--- DIRECTIONS ---
Search the material for "read" and copy each line in which it is found.

--- RECORDS PROVIDED ---
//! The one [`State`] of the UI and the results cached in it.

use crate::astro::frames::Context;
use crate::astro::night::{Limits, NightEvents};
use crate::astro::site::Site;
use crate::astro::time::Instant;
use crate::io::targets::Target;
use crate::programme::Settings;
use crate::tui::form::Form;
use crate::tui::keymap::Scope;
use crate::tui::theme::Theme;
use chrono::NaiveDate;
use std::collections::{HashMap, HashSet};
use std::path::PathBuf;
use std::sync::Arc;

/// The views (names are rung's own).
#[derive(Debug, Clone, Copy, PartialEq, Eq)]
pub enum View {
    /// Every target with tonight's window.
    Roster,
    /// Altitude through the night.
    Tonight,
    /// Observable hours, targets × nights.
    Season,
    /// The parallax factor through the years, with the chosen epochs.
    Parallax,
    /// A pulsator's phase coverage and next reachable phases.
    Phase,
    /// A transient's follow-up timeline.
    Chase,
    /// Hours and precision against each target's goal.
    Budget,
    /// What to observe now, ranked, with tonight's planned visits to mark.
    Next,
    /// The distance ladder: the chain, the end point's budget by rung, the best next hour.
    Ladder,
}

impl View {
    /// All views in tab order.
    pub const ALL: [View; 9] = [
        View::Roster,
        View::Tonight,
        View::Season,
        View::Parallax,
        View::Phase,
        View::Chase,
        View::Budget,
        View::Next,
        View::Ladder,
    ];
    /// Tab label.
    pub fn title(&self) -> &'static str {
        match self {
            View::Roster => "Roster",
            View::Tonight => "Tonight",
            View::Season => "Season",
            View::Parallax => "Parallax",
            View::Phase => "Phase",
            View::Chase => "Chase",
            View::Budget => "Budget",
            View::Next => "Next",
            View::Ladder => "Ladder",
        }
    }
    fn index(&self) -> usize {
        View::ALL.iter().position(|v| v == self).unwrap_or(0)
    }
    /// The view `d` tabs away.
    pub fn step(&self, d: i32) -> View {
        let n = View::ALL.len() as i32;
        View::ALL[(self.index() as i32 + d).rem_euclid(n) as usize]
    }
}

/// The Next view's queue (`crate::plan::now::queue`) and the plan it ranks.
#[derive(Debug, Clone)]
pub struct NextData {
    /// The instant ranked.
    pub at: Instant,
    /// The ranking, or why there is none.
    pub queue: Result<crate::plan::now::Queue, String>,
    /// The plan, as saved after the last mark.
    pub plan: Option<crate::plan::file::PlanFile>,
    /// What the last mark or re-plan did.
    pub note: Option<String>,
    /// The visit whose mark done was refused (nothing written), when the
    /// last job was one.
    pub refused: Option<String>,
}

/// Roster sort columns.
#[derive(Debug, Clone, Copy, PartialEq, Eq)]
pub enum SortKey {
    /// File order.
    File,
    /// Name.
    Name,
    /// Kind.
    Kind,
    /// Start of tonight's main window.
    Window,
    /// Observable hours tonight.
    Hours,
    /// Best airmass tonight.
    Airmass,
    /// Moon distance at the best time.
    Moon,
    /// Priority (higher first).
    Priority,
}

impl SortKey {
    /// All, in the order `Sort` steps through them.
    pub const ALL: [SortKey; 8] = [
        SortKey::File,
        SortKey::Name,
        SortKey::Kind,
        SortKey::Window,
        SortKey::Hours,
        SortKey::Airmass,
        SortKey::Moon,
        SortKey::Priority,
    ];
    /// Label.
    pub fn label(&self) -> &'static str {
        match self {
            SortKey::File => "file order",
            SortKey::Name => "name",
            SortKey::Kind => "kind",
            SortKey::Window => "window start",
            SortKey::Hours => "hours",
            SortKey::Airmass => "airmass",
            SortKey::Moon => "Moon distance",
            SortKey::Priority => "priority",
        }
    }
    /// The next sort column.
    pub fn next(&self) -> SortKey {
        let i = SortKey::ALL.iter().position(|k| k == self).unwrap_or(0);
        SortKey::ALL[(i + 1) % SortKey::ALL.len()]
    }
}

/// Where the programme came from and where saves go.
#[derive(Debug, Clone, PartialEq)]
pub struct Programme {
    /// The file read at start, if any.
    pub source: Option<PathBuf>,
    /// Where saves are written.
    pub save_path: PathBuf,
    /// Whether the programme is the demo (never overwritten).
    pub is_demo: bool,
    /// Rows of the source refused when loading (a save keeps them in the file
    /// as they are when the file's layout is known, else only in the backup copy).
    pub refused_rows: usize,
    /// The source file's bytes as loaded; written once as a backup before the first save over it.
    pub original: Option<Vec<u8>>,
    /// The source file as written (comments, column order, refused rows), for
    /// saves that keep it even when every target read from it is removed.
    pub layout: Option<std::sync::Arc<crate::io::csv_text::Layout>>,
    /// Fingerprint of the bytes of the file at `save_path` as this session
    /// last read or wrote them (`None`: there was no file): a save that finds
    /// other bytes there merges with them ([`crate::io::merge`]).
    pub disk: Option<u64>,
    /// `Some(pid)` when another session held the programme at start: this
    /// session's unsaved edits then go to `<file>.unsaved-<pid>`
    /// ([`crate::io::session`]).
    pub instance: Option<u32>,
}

--- RESULT BELOW ---
    /// The file read at start, if any.
    /// saves that keep it even when every target read from it is removed.
    /// last read or wrote them (`None`: there was no file): a save that finds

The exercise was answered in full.